In the listing that follows, the lines starting at the one containing "and the reason." and ending at the one containing "in the scenario" are to be returned exactly, both boundary lines included, and no others.
────────────────────────────────────────
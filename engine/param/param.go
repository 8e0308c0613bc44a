// Package param states the parameters of the engine's registries once: the design shapes,
// the signal laws and the penalty kinds each list their numbers as a Param, and the
// scenario decoder, the command line and the page's editor read them from there. It also
// holds the one error type of the engine, Error, which names the field and the reason.
package param

import (
	"fmt"
	"math"
	"strconv"
)

// Role says what a parameter does, so that a study can find "the penalty's strengths"
// without knowing their names.
type Role uint8

const (
	// Other is a parameter with none of the roles below (a probability, a count).
	Other Role = iota
	// Strength weighs a term of a penalty: 0 switches the term off, larger values
	// regularize more. Studies tune strengths.
	Strength
	// Shape changes the form of a law or a penalty (an exponent, degrees of freedom, a
	// condition number) rather than its size.
	Shape
	// Scale is a size in the units of the quantity (a width, a bound, a variance, a
	// singular value).
	Scale
)

// String returns the role's name: "other", "strength", "shape" or "scale".
func (r Role) String() string {
	switch r {
	case Strength:
		return "strength"
	case Shape:
		return "shape"
	case Scale:
		return "scale"
	}
	return "other"
}

// Param describes one number, or one list of numbers, of a registry entry. The domain of a
// number (of each entry, for a list) is the interval from Min to Max, with each end
// excluded when MinOpen or MaxOpen is set; Min may be -Inf and Max +Inf (then open).
// Rules that tie parameters together (min <= max) are left to the constructors.
type Param struct {
	Name  string // the key in the scenario file, e.g. "l1"
	Label string // the quantity in a few words, for axes and menus; Help when empty
	Unit  string // e.g. "loss per unit of |x|"; empty for a pure number
	Help  string // one line, plain words

	Min, Max         float64
	MinOpen, MaxOpen bool

	Log      bool // a sweep over it is best spaced logarithmically
	List     bool // a list of numbers rather than one number
	MaxLen   int  // the longest list accepted (lists only)
	Optional bool // may be left out; Default is then used
	Default  float64
	Role     Role
}

// Title returns Label, or Help when no label is stated.
func (p Param) Title() string {
	if p.Label != "" {
		return p.Label
	}
	return p.Help
}

// Contains reports whether x lies in the domain of p (of each entry, for a list).
// NaN is never contained.
func (p Param) Contains(x float64) bool {
	return !(math.IsNaN(x) || x < p.Min || x > p.Max || (p.MinOpen && x == p.Min) || (p.MaxOpen && x == p.Max))
}

// Check returns nil when x is a finite number in the domain of p, else an *Error under
// field (the caller's name for the value, e.g. "penalty.l1" or "signal.weights[3]").
func (p Param) Check(field string, x float64) error {
	if math.IsNaN(x) || math.IsInf(x, 0) {
		return &Error{Field: field, Reason: "must be a finite number"}
	}
	if !p.Contains(x) {
		return &Error{Field: field, Reason: "must be in " + p.Interval() + ", not " + num(x)}
	}
	return nil
}

// Interval returns the domain as an interval, e.g. "[0, +Inf)" or "(0, 1]".
func (p Param) Interval() string {
	l, r := "[", "]"
	if p.MinOpen {
		l = "("
	}
	if p.MaxOpen {
		r = ")"
	}
	return l + num(p.Min) + ", " + num(p.Max) + r
}

// Range states the domain in words, e.g. "in (0, 1]", "≥ 0", "each > 0, at most 100000
// numbers".
func (p Param) Range() string {
	r := p.ScalarRange()
	if p.List {
		r = "each " + r
		if p.MaxLen > 0 {
			r += fmt.Sprintf(", at most %d numbers", p.MaxLen)
		}
	}
	return r
}

// ScalarRange states the domain of one number in words: "in [a, b]" when both ends are
// finite, "> a", "≥ a", "< b" or "≤ b" when one is, "any number" when neither is.
func (p Param) ScalarRange() string {
	lo, hi := !math.IsInf(p.Min, -1), !math.IsInf(p.Max, 1)
	switch {
	case lo && hi:
		return "in " + p.Interval()
	case lo && p.MinOpen:
		return "> " + num(p.Min)
	case lo:
		return "≥ " + num(p.Min)
	case hi && p.MaxOpen:
		return "< " + num(p.Max)
	case hi:
		return "≤ " + num(p.Max)
	}
	return "any number"
}

func num(x float64) string { return strconv.FormatFloat(x, 'g', -1, 64) }
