package param

import (
	"errors"
	"fmt"
	"math"
	"strings"
	"testing"
)

func TestCheckAndRange(t *testing.T) {
	inf := math.Inf(1)
	tests := []struct {
		p          Param
		in, out    []float64
		interval   string
		words      string
		listSuffix string
	}{
		{Param{Max: inf, MaxOpen: true}, []float64{0, 1e300}, []float64{-1e-300, math.NaN()}, "[0, +Inf)", "≥ 0", ""},
		{Param{Max: inf, MinOpen: true, MaxOpen: true}, []float64{1e-300}, []float64{0}, "(0, +Inf)", "> 0", ""},
		{Param{Min: 0, Max: 1, MinOpen: true}, []float64{1, 0.5}, []float64{0, 1.0000001}, "(0, 1]", "in (0, 1]", ""},
		{Param{Min: -inf, Max: 3}, []float64{-1e300, 3}, []float64{3.5}, "[-Inf, 3]", "≤ 3", ""},
		{Param{Min: -inf, Max: 3, MinOpen: true, MaxOpen: true}, []float64{2.9}, []float64{3}, "(-Inf, 3)", "< 3", ""},
		{Param{Min: -inf, Max: inf, MinOpen: true, MaxOpen: true, List: true, MaxLen: 7}, []float64{-5, 5}, nil, "(-Inf, +Inf)", "any number", "each any number, at most 7 numbers"},
	}
	for _, tc := range tests {
		for _, x := range tc.in {
			if !tc.p.Contains(x) || tc.p.Check("f", x) != nil {
				t.Errorf("%s: %v refused", tc.interval, x)
			}
		}
		for _, x := range tc.out {
			if tc.p.Contains(x) {
				t.Errorf("%s: %v accepted", tc.interval, x)
			}
			var e *Error
			if err := tc.p.Check("penalty.l1", x); !errors.As(err, &e) || e.Field != "penalty.l1" {
				t.Errorf("%s: Check(%v) = %v, want an *Error for penalty.l1", tc.interval, x, err)
			}
		}
		if got := tc.p.Interval(); got != tc.interval {
			t.Errorf("Interval = %q, want %q", got, tc.interval)
		}
		if got := tc.p.ScalarRange(); got != tc.words {
			t.Errorf("%s: ScalarRange = %q, want %q", tc.interval, got, tc.words)
		}
		if tc.listSuffix != "" && tc.p.Range() != tc.listSuffix {
			t.Errorf("%s: Range = %q, want %q", tc.interval, tc.p.Range(), tc.listSuffix)
		}
	}
	p := Param{Max: inf, MaxOpen: true}
	if err := p.Check("l1", -2); err == nil || err.Error() != "l1: must be in [0, +Inf), not -2" {
		t.Errorf("Check(-2) = %v", err)
	}
	if err := p.Check("l1", math.Inf(1)); err == nil || err.Error() != "l1: must be a finite number" {
		t.Errorf("Check(+Inf) = %v", err)
	}
}

func TestUnder(t *testing.T) {
	tests := []struct {
		prefix string
		err    error
		want   string
	}{
		{"penalty", &Error{Field: "l1", Reason: "r"}, "penalty.l1: r"},
		{"signal.weights", &Error{Field: "[3]", Reason: "r"}, "signal.weights[3]: r"},
		{"noise", &Error{Reason: "r"}, "noise: r"},
		{"", &Error{Field: "x", Reason: "r"}, "x: r"},
		{"design", fmt.Errorf("wrapped: %w", &Error{Field: "min", Reason: "r"}), "design.min: r"},
		{"design", errors.New("plain"), "design: plain"},
	}
	for _, tc := range tests {
		err := Under(tc.prefix, tc.err)
		var e *Error
		if !errors.As(err, &e) || err.Error() != tc.want {
			t.Errorf("Under(%q, %v) = %v, want the *Error %q", tc.prefix, tc.err, err, tc.want)
		}
	}
	if Under("x", nil) != nil {
		t.Error("Under(x, nil) is not nil")
	}
}

func TestRoleString(t *testing.T) {
	for r, want := range map[Role]string{Other: "other", Strength: "strength", Shape: "shape", Scale: "scale"} {
		if r.String() != want {
			t.Errorf("Role(%d) = %q, want %q", r, r, want)
		}
	}
}

func TestGather(t *testing.T) {
	ps := []Param{{Name: "a"}, {Name: "b", Optional: true, Default: 7}, {Name: "v", List: true}, {Name: "w", List: true, Optional: true}}
	v, l, err := Gather("shape x", ps, map[string]float64{"a": 1}, map[string][]float64{"v": {2, 3}})
	if err != nil || v["a"] != 1 || v["b"] != 7 || len(l["v"]) != 2 {
		t.Errorf("Gather = %v, %v, %v", v, l, err)
	}
	if _, ok := l["w"]; ok {
		t.Error("an optional list left out was filled in")
	}
	for _, c := range []struct {
		nums         map[string]float64
		lists        map[string][]float64
		field, error string
	}{
		{nil, map[string][]float64{"v": {1}}, "a", "a: missing (shape x needs it)"},
		{map[string]float64{"a": 1}, nil, "v", "v: missing (shape x needs it)"},
		{map[string]float64{"a": 1, "v": 2}, nil, "v", "v: must be a list of numbers"},
		{map[string]float64{}, map[string][]float64{"a": {1}, "v": {1}}, "a", "a: must be a single number"},
		{map[string]float64{"a": 1, "zz": 1}, map[string][]float64{"v": {1}}, "zz", "zz: not a parameter of shape x (its parameters: a, b, v, w)"},
		{map[string]float64{"a": 1}, map[string][]float64{"v": {1}, "q": {1}}, "q", "q: not a parameter of shape x (its parameters: a, b, v, w)"},
	} {
		_, _, err := Gather("shape x", ps, c.nums, c.lists)
		var e *Error
		if !errors.As(err, &e) || e.Field != c.field || err.Error() != c.error {
			t.Errorf("Gather(%v, %v) = %v, want %q", c.nums, c.lists, err, c.error)
		}
	}
	if Names(nil) != "none" {
		t.Errorf("Names(nil) = %q", Names(nil))
	}
}

func TestFind(t *testing.T) {
	names := []string{"l1", "ridge"}
	name := func(i int) string { return names[i] }
	if i, err := Find("kind", "penalty", "ridge", len(names), name); i != 1 || err != nil {
		t.Errorf("ridge: %d, %v", i, err)
	}
	_, err := Find("kind", "penalty", "lasso", len(names), name)
	if want := `kind: unknown penalty "lasso" (known: l1, ridge)`; err == nil || err.Error() != want {
		t.Errorf("lasso: %v, want %s", err, want)
	}
}

func TestLookup(t *testing.T) {
	type entry struct {
		name string
		ps   []Param
	}
	entries := []entry{{"l1", []Param{{Name: "l1", Max: math.Inf(1)}}}, {"ridge", []Param{{Name: "l2", Max: math.Inf(1)}}}}
	parts := func(e entry) (string, []Param) { return e.name, e.ps }
	e, v, _, err := Lookup("kind", "penalty", "ridge", entries, parts, map[string]float64{"l2": 0.5}, nil)
	if err != nil || e.name != "ridge" || v["l2"] != 0.5 {
		t.Errorf("ridge: %+v %v %v", e, v, err)
	}
	_, _, _, err = Lookup("kind", "penalty", "lasso", entries, parts, nil, nil)
	if want := `kind: unknown penalty "lasso" (known: l1, ridge)`; err == nil || err.Error() != want {
		t.Errorf("lasso: %v, want %s", err, want)
	}
	_, _, _, err = Lookup("kind", "penalty", "ridge", entries, parts, map[string]float64{"l1": 1}, nil)
	var pe *Error
	if !errors.As(err, &pe) || pe.Field != "l2" || !strings.Contains(err.Error(), "penalty ridge") {
		t.Errorf("ridge given l1: %v, want a missing l2 of penalty ridge", err)
	}
}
────────────────────────────────────────
EXERCISE RESULT
// holds the one error type of the engine, Error, which names the field and the reason.
package param

import (
	"fmt"
	"math"
	"strconv"
)

// Role says what a parameter does, so that a study can find "the penalty's strengths"
// without knowing their names.
type Role uint8

const (
	// Other is a parameter with none of the roles below (a probability, a count).
	Other Role = iota
	// Strength weighs a term of a penalty: 0 switches the term off, larger values
	// regularize more. Studies tune strengths.
	Strength
	// Shape changes the form of a law or a penalty (an exponent, degrees of freedom, a
	// condition number) rather than its size.
	Shape
	// Scale is a size in the units of the quantity (a width, a bound, a variance, a
	// singular value).
	Scale
)

// String returns the role's name: "other", "strength", "shape" or "scale".
func (r Role) String() string {
	switch r {
	case Strength:
		return "strength"
	case Shape:
		return "shape"
	case Scale:
		return "scale"
	}
	return "other"
}

// Param describes one number, or one list of numbers, of a registry entry. The domain of a
// number (of each entry, for a list) is the interval from Min to Max, with each end
// excluded when MinOpen or MaxOpen is set; Min may be -Inf and Max +Inf (then open).
// Rules that tie parameters together (min <= max) are left to the constructors.
type Param struct {
	Name  string // the key in the scenario file, e.g. "l1"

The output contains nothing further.